Elon Musk's xAI launches Grok-1.5V with advanced image processing capabilities
Elon Musk's xAI, a competitor to OpenAI, has unveiled the first version of Grok capable of handling visual data. Named Grok-1.5V, this inaugural multimodal AI model can process not only text but also various forms of visual content such as "documents, diagrams, charts, screenshots, and photographs." The company showcased several practical applications of these new features, including converting flow charts into Python code, and interpreting internet memes.
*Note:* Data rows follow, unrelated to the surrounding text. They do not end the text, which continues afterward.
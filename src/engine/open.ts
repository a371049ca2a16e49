import type { FoundLog, PlanSource, Problem } from "../plan/index.ts";
import { isWhole, packedWith, textOf } from "./compression.ts";
import { type Engine, text } from "./engine.ts";
import { enginePath, type LogFile, logFiles, states } from "./files.ts";
import { records } from "./records.ts";
import { type ColumnKind, type FileGroup, kindOf } from "./source.ts";
import { jsonKeys, parquetColumns, parquetNodes } from "./sql/read.ts";
import { firstLine, notWhole, UnusableLog } from "./unusable.ts";

/** A log whose files are found and whose headers are read. */
export interface OpenLog {
  /** In the order of the plan's entries, each entry's by name; the index is the `file` of a row. */
  readonly files: readonly LogFile[];
  readonly groups: readonly FileGroup[];
  readonly found: FoundLog;
  readonly problems: readonly Problem[];
  /** Of each file when it was opened, see `states`. */
  readonly opened: readonly string[];
}

interface Header {
  readonly columns: readonly string[];
  readonly engineNames: readonly string[];
  readonly kinds: readonly ColumnKind[];
  readonly skip: number;
}

/** Finds the files of the log and reads their headers; like files form a group that one reader takes. */
export async function openLog(
  source: PlanSource,
  folder: string,
  engine: Engine,
  workFolder: string,
): Promise<OpenLog> {
  const { files, problems } = await logFiles(source.log, folder);
  const atOpening = await states(files);
  const wanted = new Set(source.mentions.map((mention) => mention.name));
  const opened: { file: LogFile; path: string; header: Header }[] = [];
  for (const [index, file] of files.entries()) {
    const path = await enginePath(file.path, workFolder, index);
    opened.push({ file, path, header: await headerOf(file, path, wanted, engine) });
  }
  const groups = new Map<string, FileGroup>();
  for (const [index, { file, path, header }] of opened.entries()) {
    // A file without a header has no rows, and none to miss a column in; lines of JSON have no header.
    if (header.columns.length === 0 && file.format !== "ndjson") continue;
    const key = JSON.stringify([file.source, file.format, header, standsAlone(header) ? index : null]);
    const group = groups.get(key) ?? { source: file.source, format: file.format, files: [], ...header };
    groups.set(key, { ...group, files: [...group.files, { index, path }] });
  }
  const columnsBySource = source.log.map((_, entry) => ({
    files: opened
      .filter(({ file }) => file.source === entry)
      .map(({ file, header }) => ({ name: file.name, columns: header.columns })),
    isPartial: problems.some((problem) => problem.path[1] === entry),
  }));
  return { files, groups: [...groups.values()], found: { columnsBySource }, problems, opened: atOpening };
}

/** Several files are told apart by a column that the reader adds: a file with one of that name is read by itself. */
const standsAlone = ({ engineNames }: Header) => engineNames.some((column) => column.toLowerCase() === "file_index");

async function headerOf(file: LogFile, path: string, wanted: ReadonlySet<string>, engine: Engine): Promise<Header> {
  const packed = await packedWith(file.path).catch((cause: NodeJS.ErrnoException) => {
    if (cause.code !== "EACCES") throw cause;
    throw new UnusableLog(`${file.name} may not be read by you. Ask for the right to read it.`, { cause });
  });
  try {
    if (packed !== null && !/\.(gz|zst)$/i.test(file.name))
      throw new Error(`it is packed with ${packed}; call it ${file.name}${packed === "gzip" ? ".gz" : ".zst"}`);
    return await readHeader(file, path, wanted, engine);
  } catch (cause) {
    if (cause instanceof UnusableLog) throw cause;
    if ((await isWhole(file.path)) === false) throw await notWhole(file.name, file.path);
    throw new UnusableLog(`${file.name} cannot be read as ${file.format}: ${firstLine(cause, path, file.name)}`, {
      cause,
    });
  }
}

async function readHeader(file: LogFile, path: string, wanted: ReadonlySet<string>, engine: Engine): Promise<Header> {
  switch (file.format) {
    case "csv":
      return delimitedHeader(path, ",");
    case "tsv":
      return delimitedHeader(path, "\t");
    case "ndjson":
      return asText(await jsonHeader(path, wanted, engine), 0);
    case "parquet":
      return parquetHeader(path, wanted, engine);
  }
}

const asText = (columns: readonly string[], skip: number): Header => ({
  columns,
  engineNames: columns,
  kinds: columns.map(() => "text"),
  skip,
});

/** The cells of the first record; none in an empty file. */
export async function delimitedHeader(path: string, delimiter: string): Promise<Header> {
  for await (const { line, text, cells } of records(textOf(path), delimiter)) {
    if (text.includes("\0")) throw new Error("it is not UTF-8, UTF-16 perhaps; save it as UTF-8");
    if (cells === null && /"[;\t|]"/.test(text))
      throw new Error(
        `its cells are set apart by ${/"(.)"/.exec(text)?.[1] === ";" ? "semicolons" : "another sign"}; save it with ${delimiter === "," ? "commas" : "tabs"}`,
      );
    if (cells === null) throw new Error("in its header a quote does not close, or more follows the closing one");
    return asText(cells, line - 1);
  }
  return asText([], 0);
}

const SAMPLE_LINES = 2_000;

/** The keys of the first lines; of all lines when one that the plan names is not among those. Sorted: lines have no common order. */
async function jsonHeader(path: string, wanted: ReadonlySet<string>, engine: Engine): Promise<string[]> {
  const keys = async (limit: number) =>
    (await engine.queryInFileOrder(jsonKeys([path], limit))).map((row) => text(row, "key"));
  const sampled = await keys(SAMPLE_LINES);
  const isWhole = [...wanted].every((column) => sampled.includes(column));
  return (isWhole ? sampled : await keys(0)).sort();
}

async function parquetHeader(path: string, wanted: ReadonlySet<string>, engine: Engine): Promise<Header> {
  const described = await engine.query(parquetColumns(path));
  const nodes = (await engine.query(parquetNodes(path))).map((row) => ({
    name: text(row, "name"),
    children: Number(row.num_children ?? 0n),
    digits: Number(row.precision ?? 0n),
  }));
  const columns = topLevel(nodes);
  // The engine takes a wider decimal for a double and gets its bytes wrong, without a word.
  const wide = columns.find(({ name, digits }) => wanted.has(name) && digits > MOST_DIGITS);
  if (wide !== undefined)
    throw new Error(
      `its column ${wide.name} has decimals of ${wide.digits} digits, of which the engine takes ${MOST_DIGITS}; write it with fewer, or as text`,
    );
  return {
    columns: columns.map(({ name }) => name),
    engineNames: described.map((row) => text(row, "column_name")),
    kinds: described.map((row) => kindOf(text(row, "column_type"))),
    skip: 0,
  };
}

interface Node {
  readonly name: string;
  readonly children: number;
  /** Of a decimal; else 0. */
  readonly digits: number;
}
const MOST_DIGITS = 38;

/** The nodes right under the root of a schema that is listed depth first. */
function topLevel(nodes: readonly Node[]): Node[] {
  const found: Node[] = [];
  const skip = (at: number): number => {
    let next = at + 1;
    for (let i = 0; i < (nodes[at]?.children ?? 0); i++) next = skip(next);
    return next;
  };
  for (let at = 1; at < nodes.length; at = skip(at)) found.push(...nodes.slice(at, at + 1));
  return found;
}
A leap forward from Grok-1.5
Grok-1.5V is the successor to the Grok-1.5 model, which was designed to excel in coding and math tasks and process extended contexts for better comprehension of specific queries. The new version retains these capabilities while adding advanced image processing features. Although xAI has not provided a specific timeline for its deployment, it has indicated that both early adopters and current users will soon be able to access Grok-1.5V's features.
xAI also introduced RealWorldQA benchmark dataset
Alongside the launch of Grok-1.5V, xAI has also introduced a benchmark dataset called RealWorldQA. This dataset includes 700 images, each paired with questions and answers to test multimodal models like Grok. According to xAI, when evaluated using this dataset, its technology outperformed competitors such as OpenAI's GPT-4V and Google's Gemini Pro 1.5, demonstrating the superior capabilities of its new AI model.